By Laura King, Los Angeles Times
A leading international human rights group asserted Tuesday that Egyptian authorities likely committed crimes against humanity in the deaths of hundreds of demonstrators last August, most of them supporters of deposed Islamist president Mohamed Morsi and his Muslim Brotherhood.
Egypt sharply disputed the findings of New York-based Human Rights Watch and barred senior representatives of the organization from entering the country to publicly present their report, which was based on a yearlong investigation.
The group urged that an international commission of inquiry be convened to investigate the “widespread and systematic” killings in Cairo’s Rabaa Al-Adawiya Square and several other locales. At least 817 people and possibly more than 1,000 were killed by security forces at Rabaa alone, Human Rights Watch said.
The document calls for an independent probe of the role of President Abdel Fattah Sisi, the then-military chief, and other senior military and security officials. It alleges that the security forces were essentially given carte blanche to use deadly force against protesters, and that the official plan for dealing with Morsi backers envisioned the likely deaths of several thousand demonstrators.

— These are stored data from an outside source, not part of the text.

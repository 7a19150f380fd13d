// Package stochastic simulates reaction networks in molecule counts:
// Gillespie's direct method with a dependency graph, the next-reaction
// method of Gibson and Bruck with an indexed priority queue, and
// tau-leaping with the step selection of Cao, Gillespie and Petzold, with
// exact steps for critical reactions. Ensembles of runs are summarised on
// an output grid (mean, standard deviation, percentile bands, histograms
// of counts, first-passage times) so that the summaries do not depend on
// the number of workers or on how the runs are split into shards.
//
// A network is given as stoichiometry and propensities: each channel has
// the change it makes to the counts when it fires and either a
// combinatorial mass-action propensity (a constant and the orders of its
// reactants) or a propensity computed by the network's Dynamic part, which
// also applies events to the counts. The package knows nothing of model
// files; the caller converts a model into a Network.
package stochastic

import (
	"fmt"
	"math"
)

// Term is a species index with a whole number: a reactant's order or a
// change of count.
type Term struct {
	Species int
	N       int
}

// Channel is one reaction channel.
type Channel struct {
	Name string
	// Change is the change of the counts each time the channel fires (one
	// term per species that changes; species held fixed have none).
	Change []Term
	// Reactants and C give the combinatorial mass-action propensity
	//
	//	a = C · Π x_i (x_i − 1) … (x_i − N_i + 1)
	//
	// over the reactant terms (Species i, order N_i). No reactants means a
	// constant propensity C.
	Reactants []Term
	C         float64
	// General channels take their propensity from Dynamic.Propensity
	// instead; Reads lists the species whose counts it reads, and
	// TimeDependent says that it reads time (it is then recomputed after
	// every firing, and held constant between firings, an approximation).
	General       bool
	Reads         []int
	TimeDependent bool
}

// Dynamic is the part of a network that is not plain data: propensities of
// general channels, and events. Each simulator gets its own Dynamic (see
// Network.NewDynamic), so implementations need not be safe for concurrent
// use. The counts x are whole numbers held in float64.
type Dynamic interface {
	// Propensity returns the propensity of general channel j at time t and
	// counts x.
	Propensity(j int, t float64, x []float64) float64
	// Constants writes the current constant C of every mass-action channel
	// into c (events may change the parameters behind them).
	Constants(c []float64)
	// ResetEvents is called at the start of every run.
	ResetEvents(t0 float64)
	// NextEvent returns the earliest scheduled event time ≥ t not yet
	// applied, or +Inf.
	NextEvent(t float64) float64
	// Conditions returns the number of triggered events' conditions.
	Conditions() int
	// Watch writes g_k(t, x) for every condition; condition k becomes true
	// when g_k rises from below zero to zero or above.
	Watch(t float64, x, g []float64)
	// Fire applies the scheduled events due at t and the triggered events
	// k with rose[k] (rose is nil when only scheduled ones are due) to the
	// counts x, which must stay whole numbers ≥ 0, and returns the names
	// of those that fired.
	Fire(t float64, x []float64, rose []bool) []string
}

// Network is a reaction network in molecule counts.
type Network struct {
	Species  []string
	Initial  []float64 // initial counts, whole numbers ≥ 0
	Channels []Channel
	// NewDynamic, when not nil, returns a fresh Dynamic for a simulator.
	// It is needed when a channel is General and to apply events.
	NewDynamic func() Dynamic
}

// MaxCount is the largest count the simulators accept: above it float64
// no longer holds every whole number.
const MaxCount = 1 << 53

// Check reports the first structural mistake in net: species indices out
// of range, orders below one, changes of zero, counts that are not whole
// numbers ≥ 0, a general channel without NewDynamic.
func (net *Network) Check() error {
	n := len(net.Species)
	if len(net.Initial) != n {
		return fmt.Errorf("stochastic: %d initial counts for %d species", len(net.Initial), n)
	}
	for i, x := range net.Initial {
		if !(x >= 0) || x != math.Trunc(x) || x > MaxCount {
			return fmt.Errorf("stochastic: species %q: initial count %v is not a whole number in [0, 2^53]", net.Species[i], x)
		}
	}
	for j, ch := range net.Channels {
		name := ch.Name
		if name == "" {
			name = fmt.Sprintf("#%d", j+1)
		}
		for _, t := range ch.Change {
			if t.Species < 0 || t.Species >= n {
				return fmt.Errorf("stochastic: channel %s: changes species %d, out of range [0, %d)", name, t.Species, n)
			}
			if t.N == 0 {
				return fmt.Errorf("stochastic: channel %s: change of species %q is zero", name, net.Species[t.Species])
			}
		}
		if ch.General {
			if net.NewDynamic == nil {
				return fmt.Errorf("stochastic: channel %s is general but the network has no NewDynamic", name)
			}
			for _, s := range ch.Reads {
				if s < 0 || s >= n {
					return fmt.Errorf("stochastic: channel %s: reads species %d, out of range [0, %d)", name, s, n)
				}
			}
			continue
		}
		if !(ch.C >= 0) || math.IsInf(ch.C, 0) {
			return fmt.Errorf("stochastic: channel %s: constant %v is not a finite number ≥ 0", name, ch.C)
		}
		for _, t := range ch.Reactants {
			if t.Species < 0 || t.Species >= n {
				return fmt.Errorf("stochastic: channel %s: reactant species %d out of range [0, %d)", name, t.Species, n)
			}
			if t.N < 1 {
				return fmt.Errorf("stochastic: channel %s: order %d of species %q is below 1", name, t.N, net.Species[t.Species])
			}
		}
	}
	return nil
}

// reads returns the species channel ch's propensity depends on.
func (ch *Channel) reads() []int {
	if ch.General {
		return ch.Reads
	}
	out := make([]int, len(ch.Reactants))
	for i, t := range ch.Reactants {
		out[i] = t.Species
	}
	return out
}

// order returns the order of a mass-action channel (Σ N_i), and 1 for a
// general one that reads any species.
func (ch *Channel) order() int {
	if ch.General {
		if len(ch.Reads) > 0 {
			return 1
		}
		return 0
	}
	o := 0
	for _, t := range ch.Reactants {
		o += t.N
	}
	return o
}
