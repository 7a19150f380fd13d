package network

import (
	"bytes"
	"encoding/json"
	"fmt"
	"math"
	"strconv"
)

// Layout is where the diagram of a model draws its items, as the user
// arranged them. It is optional (a model without one is laid out
// automatically) and the solver never reads it. Coordinates are in points
// (1/72 inch), x to the right and y downwards, with no fixed origin.
type Layout struct {
	// Style is the diagram's drawing style: "" (Kinetarium's plain style)
	// or "sbgn" (the process-description glyphs of the Systems Biology
	// Graphical Notation).
	Style string
	// Places are the positions of the items placed, in the order the file
	// lists them (species first, then reactions, sources and sinks).
	Places []Place
}

// Place is the position of one item of the diagram.
type Place struct {
	Kind PlaceKind
	Name string // the species' or reaction's name
	X, Y float64
}

// PlaceKind says what a Place positions.
type PlaceKind int

// Kinds of places: a species, a reaction, and the empty-set marks of a
// reaction that makes something from nothing (its source) or turns
// something into nothing (its sink).
const (
	PlaceSpecies PlaceKind = iota
	PlaceReaction
	PlaceSource
	PlaceSink
)

// placeKeys are the keys of the layout section for each PlaceKind.
var placeKeys = [...]string{"species", "reactions", "sources", "sinks"}

// LayoutStyles lists the accepted values of Layout.Style.
var LayoutStyles = []string{"", "sbgn"}

// Find returns the position of the item of kind k named name.
func (l *Layout) Find(k PlaceKind, name string) (x, y float64, ok bool) {
	for _, p := range l.Places {
		if p.Kind == k && p.Name == name {
			return p.X, p.Y, true
		}
	}
	return 0, 0, false
}

// Put sets the position of the item of kind k named name, adding it when
// it has none.
func (l *Layout) Put(k PlaceKind, name string, x, y float64) {
	for i := range l.Places {
		if p := &l.Places[i]; p.Kind == k && p.Name == name {
			p.X, p.Y = x, y
			return
		}
	}
	l.Places = append(l.Places, Place{Kind: k, Name: name, X: x, Y: y})
}

// Rename gives the places of kind k named old the name new.
func (l *Layout) Rename(k PlaceKind, old, new string) {
	for i := range l.Places {
		if p := &l.Places[i]; p.Kind == k && p.Name == old {
			p.Name = new
		}
	}
}

// Empty reports whether the layout holds nothing.
func (l *Layout) Empty() bool { return l.Style == "" && len(l.Places) == 0 }

// clone returns a copy of l that shares nothing with it.
func (l Layout) clone() Layout {
	l.Places = append([]Place(nil), l.Places...)
	return l
}

// layout decodes the optional "layout" section:
//
//	"layout": {"style": "sbgn", "species": {"E": [120, 40]}, "reactions": {"bind": [80, 90]},
//	           "sources": {"make": [80, 10]}, "sinks": {"decay": [80, 170]}}
func (d *decoder) layout(top *jnode, m *Model) {
	v, ok := top.get("layout")
	if !ok {
		return
	}
	o := d.object(v, "layout", "style", placeKeys[0], placeKeys[1], placeKeys[2], placeKeys[3])
	if o == nil {
		return
	}
	if s, ok := o.get("style"); ok {
		m.Layout.Style = d.str(s, "layout.style")
		if s.kind == '"' && !contains(LayoutStyles, m.Layout.Style) {
			d.fail(s, "layout.style", "unknown style %q; expected \"sbgn\", or leave it out for the plain style", m.Layout.Style)
		}
	}
	for k, key := range placeKeys {
		x, ok := o.get(key)
		if !ok {
			continue
		}
		path := "layout." + key
		if x.kind != '{' {
			d.fail(x, path, "expected an object {\"NAME\": [x, y], ...}, found %s", x.what())
			continue
		}
		seen := map[string]bool{}
		for j, name := range x.keys {
			p := x.vals[j]
			where := path + "." + name
			if seen[name] {
				d.failAt(x.kOffs[j], path, "the name %q appears twice; keep one", name)
				continue
			}
			seen[name] = true
			if p.kind != '[' || len(p.items) != 2 {
				d.fail(p, where, "expected a position [x, y] (two numbers), found %s", describeList(p))
				continue
			}
			px, okx := d.num(p.items[0], where+"[0]")
			py, oky := d.num(p.items[1], where+"[1]")
			if okx && oky {
				m.Layout.Places = append(m.Layout.Places, Place{Kind: PlaceKind(k), Name: name, X: px, Y: py})
			}
		}
	}
}

// describeList names what n is, counting a list's items.
func describeList(n *jnode) string {
	if n.kind == '[' {
		return fmt.Sprintf("a list of %d", len(n.items))
	}
	return n.what()
}

// fileLayout is the layout section as Write writes it: the style, then
// the places of each kind in their order.
type fileLayout Layout

// layoutForFile returns the section to write, or nil for an empty layout.
func layoutForFile(l Layout) *fileLayout {
	if l.Empty() {
		return nil
	}
	f := fileLayout(l)
	return &f
}

// MarshalJSON writes the style and one object per kind of place.
func (l *fileLayout) MarshalJSON() ([]byte, error) {
	var b bytes.Buffer
	b.WriteString("{")
	sep := func() {
		if b.Len() > 1 {
			b.WriteString(",")
		}
	}
	if l.Style != "" {
		s, _ := json.Marshal(l.Style)
		b.WriteString(`"style":`)
		b.Write(s)
	}
	for k, key := range placeKeys {
		first := true
		for _, p := range l.Places {
			if int(p.Kind) != k {
				continue
			}
			if math.IsNaN(p.X) || math.IsInf(p.X, 0) || math.IsNaN(p.Y) || math.IsInf(p.Y, 0) {
				return nil, fmt.Errorf("layout: the position of %q is not a finite number", p.Name)
			}
			if first {
				sep()
				b.WriteString(`"` + key + `":{`)
				first = false
			} else {
				b.WriteString(",")
			}
			name, _ := json.Marshal(p.Name)
			b.Write(name)
			b.WriteString(":[")
			b.WriteString(strconv.FormatFloat(p.X, 'g', -1, 64))
			b.WriteString(",")
			b.WriteString(strconv.FormatFloat(p.Y, 'g', -1, 64))
			b.WriteString("]")
		}
		if !first {
			b.WriteString("}")
		}
	}
	b.WriteString("}")
	return b.Bytes(), nil
}
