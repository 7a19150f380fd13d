package network

import "kinetarium/network/expr"

// transport is saturable transport of a species from one compartment to
// another: Vmax·S/(Km + S) on the concentration S in the source
// compartment (a carrier following Michaelis–Menten kinetics; common
// practice of compartmental modelling). Like every rate it is in the
// source's concentration per time, so the destination gains
// V_source/V_destination times as much concentration and the amount is
// conserved.
type transport struct{}

// Transport is the name of the saturable transport law.
const Transport = "saturable_transport"

func (transport) Name() string  { return Transport }
func (transport) Title() string { return "Saturable transport" }

func (transport) Fields() []Field {
	return []Field{
		{Key: "vmax", Label: "Vmax", Kind: ParamField},
		{Key: "km", Label: "Km", Kind: ParamField, Positive: true},
	}
}

func (transport) Check(c *LawCheck) []string {
	eq := c.Equation
	if eq == nil {
		return []string{"vmax", "km"}
	}
	switch {
	case eq.Reversible:
		c.Errorf("equation", "saturable_transport moves one way; use \"->\" (add a second reaction for the way back)")
	case len(eq.Reactants) != 1 || eq.Reactants[0].Coef != 1 || len(eq.Products) != 1 || eq.Products[0].Coef != 1:
		c.Errorf("equation", "saturable_transport needs one species on each side, each with coefficient 1, such as \"A_out -> A_in\"")
	default:
		src, ok1 := c.Compartment(eq.Reactants[0].Species)
		dst, ok2 := c.Compartment(eq.Products[0].Species)
		if ok1 && ok2 && src == dst {
			where := "the same compartment"
			if src != "" {
				where = "compartment " + src
			}
			c.Errorf("equation", "saturable_transport moves a species between compartments, but %s and %s are both in %s; put them in different compartments, or use michaelis_menten within one", eq.Reactants[0].Species, eq.Products[0].Species, where)
		}
	}
	return []string{"vmax", "km"}
}

func (transport) Rate(r Rate, eq Equation) expr.Node {
	S := expr.Var(eq.Reactants[0].Species)
	return frac(expr.Mul(arg(r, "vmax"), S), expr.Add(arg(r, "km"), S))
}

func (transport) Formula(r Rate, eq *Equation) string {
	if eq == nil {
		return ""
	}
	s := substrate(eq, 0)
	return txt(r, "vmax") + "·" + s + "/(" + txt(r, "km") + " + " + s + ")"
}

func (transport) fieldUnits(Equation) map[string]dims {
	return map[string]dims{"vmax": dimRate, "km": dimConc}
}
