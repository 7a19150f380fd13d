//go:build !unix

package main

import "os"

// processAlive reports whether a process with this number is running.
func processAlive(pid int) bool {
	p, err := os.FindProcess(pid)
	if err != nil {
		return false
	}
	p.Release()
	return true
}
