package network

import "kinetarium/network/expr"

// hill is the Hill law of a regulator X, in its activation and repression
// forms (Hill, J. Physiol. 40, 1910; the forms as in Alon, An
// Introduction to Systems Biology, 2007, ch. 2; from memory):
//
//	activation  Vmax·(X/K)^n/(1 + (X/K)^n)  = Vmax·Xⁿ/(Kⁿ + Xⁿ)
//	repression  Vmax/(1 + (X/K)^n)          = Vmax·Kⁿ/(Kⁿ + Xⁿ)
//
// X is the regulator field, a modifier species read and not consumed;
// without one, activation reads the reaction's one substrate (with n = 1
// it is then Michaelis–Menten with Km = K). Repression needs a regulator.
type hill struct{ repress bool }

// Names of the Hill laws.
const (
	HillActivation = "hill_activation"
	HillRepression = "hill_repression"
)

func (l hill) Name() string {
	if l.repress {
		return HillRepression
	}
	return HillActivation
}

func (l hill) Title() string {
	if l.repress {
		return "Hill repression"
	}
	return "Hill activation"
}

func (l hill) Fields() []Field {
	reg := Field{Key: "regulator", Label: "Regulator", Kind: SpeciesField}
	if l.repress {
		reg.Missing = "hill_repression needs regulator, the species that represses the reaction (it is read, not consumed)"
	}
	return []Field{
		{Key: "vmax", Label: "Vmax", Kind: ParamField},
		{Key: "k_half", Label: "K (half effect)", Kind: ParamField, Positive: true},
		{Key: "n", Label: "Hill coefficient n", Kind: ParamField, Positive: true},
		reg,
	}
}

// regulated reports whether r names a regulator other than the substrate.
func regulated(r Rate) bool { return r.Arg("regulator").Set }

func (l hill) Check(c *LawCheck) []string {
	uses := []string{"vmax", "k_half", "n"}
	if l.repress || regulated(c.Rate) {
		uses = append(uses, "regulator")
	}
	eq := c.Equation
	if eq == nil {
		return uses
	}
	if eq.Reversible {
		c.Errorf("equation", "%s gives a one-way rate; use \"->\", or write the net rate as an expression", l.Name())
	}
	if !l.repress && !regulated(c.Rate) && (len(eq.Reactants) != 1 || eq.Reactants[0].Coef != 1) {
		c.Errorf("equation", "hill_activation without a regulator reads the reaction's one substrate, so it needs exactly one substrate with coefficient 1; name the regulator species otherwise")
	}
	return uses
}

func (l hill) regulator(r Rate, eq Equation) expr.Node {
	if regulated(r) {
		return arg(r, "regulator")
	}
	return expr.Var(eq.Reactants[0].Species)
}

func (l hill) Rate(r Rate, eq Equation) expr.Node {
	x := expr.Pow(frac(l.regulator(r, eq), arg(r, "k_half")), arg(r, "n")) // (X/K)^n
	den := expr.Add(one(), x)
	if l.repress {
		return frac(arg(r, "vmax"), den)
	}
	return frac(expr.Mul(arg(r, "vmax"), x), den)
}

func (l hill) Formula(r Rate, eq *Equation) string {
	if eq == nil {
		return ""
	}
	x := txt(r, "regulator")
	if !regulated(r) && !l.repress {
		x = substrate(eq, 0)
	}
	p := "(" + x + "/" + txt(r, "k_half") + ")^" + txt(r, "n")
	if l.repress {
		return txt(r, "vmax") + "/(1 + " + p + ")"
	}
	return txt(r, "vmax") + "·" + p + "/(1 + " + p + ")"
}

func (l hill) fieldUnits(Equation) map[string]dims {
	return map[string]dims{"vmax": dimRate, "k_half": dimConc, "n": dimNumber}
}
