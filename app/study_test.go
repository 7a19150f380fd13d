package main

import (
	"context"
	"image/png"
	"math"
	"os"
	"path/filepath"
	"strconv"
	"strings"
	"testing"

	"fyne.io/fyne/v2"
	"fyne.io/fyne/v2/test"

	"kinetarium/app/run"
	"kinetarium/app/study"
	"kinetarium/examples"
	"kinetarium/internal/atomicfile"
	"kinetarium/network"
	"kinetarium/solve"
	"kinetarium/solve/explore"
)

// newStudyApp is a test app with the program's theme.
func newStudyApp(t *testing.T) fyne.App {
	t.Helper()
	a := test.NewTempApp(t)
	a.Settings().SetTheme(newTheme())
	return a
}

// openSweep opens a Sweep window on m whose runs report through onUI.
func openSweep(t *testing.T, m *network.Model) *sweepWindow {
	t.Helper()
	s, err := newSweepWindow(newStudyApp(t), m, "test")
	if err != nil {
		t.Fatal(err)
	}
	s.ctl.deliver = onUI
	s.win.Show()
	t.Cleanup(func() {
		onUI(s.ctl.stopRun)
		waitFor(t, "the run to stop", func() bool { return !s.ctl.running })
		s.win.Close()
	})
	return s
}

// openPopulation opens a Population window on m whose runs report through
// onUI.
func openPopulation(t *testing.T, m *network.Model) *populationWindow {
	t.Helper()
	p, err := newPopulationWindow(newStudyApp(t), m, "test")
	if err != nil {
		t.Fatal(err)
	}
	p.ctl.deliver = onUI
	p.win.Show()
	t.Cleanup(func() {
		onUI(p.ctl.stopRun)
		waitFor(t, "the run to stop", func() bool { return !p.ctl.running })
		p.win.Close()
	})
	return p
}

// runAndWait presses Run and waits for the run to end.
func runAndWait(t *testing.T, c *runControls) {
	t.Helper()
	onUI(func() { c.run.OnTapped() })
	waitFor(t, "the run to end", func() bool { return !c.running })
}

The violence erupted six weeks after the military removed Morsi from office after mass demonstrations demanding an end to his rule. Morsi, who is now on trial for a variety of capital offenses, was Egypt’s first freely elected president.
The Egyptian government conducted its own investigation of the deaths in mid-August of last year, when pro-Morsi sit-in camps were dispersed by police and soldiers. A government-backed human rights panel put the death toll at less than 700, and found — without implicating particular officials — that both sides had used excessive force.
Responding to Tuesday’s Human Rights Watch report, Egypt’s official State Information Service said the findings were characterized by “negativity and bias” and “ignored terrorist acts carried out by the Muslim Brotherhood and their supporters.”
In the year since the killings, Egyptian authorities have carried out a wide-ranging crackdown on the Muslim Brotherhood, the region’s oldest and largest Islamist movement, and curtailed a range of basic rights, including freedom of speech and assembly. The judiciary system has also rendered a series of harsh mass verdicts against alleged Brotherhood backers.
Many government opponents, both Islamist and secular, have been imprisoned under a tough anti-protest law. Academics, activists, filmmakers, and journalists have faced prosecution for activities allegedly endangering national security, including three journalists from the Qatar-based broadcaster Al Jazeera English, who were sentenced earlier this summer to seven-year prison terms on terrorism-related charges.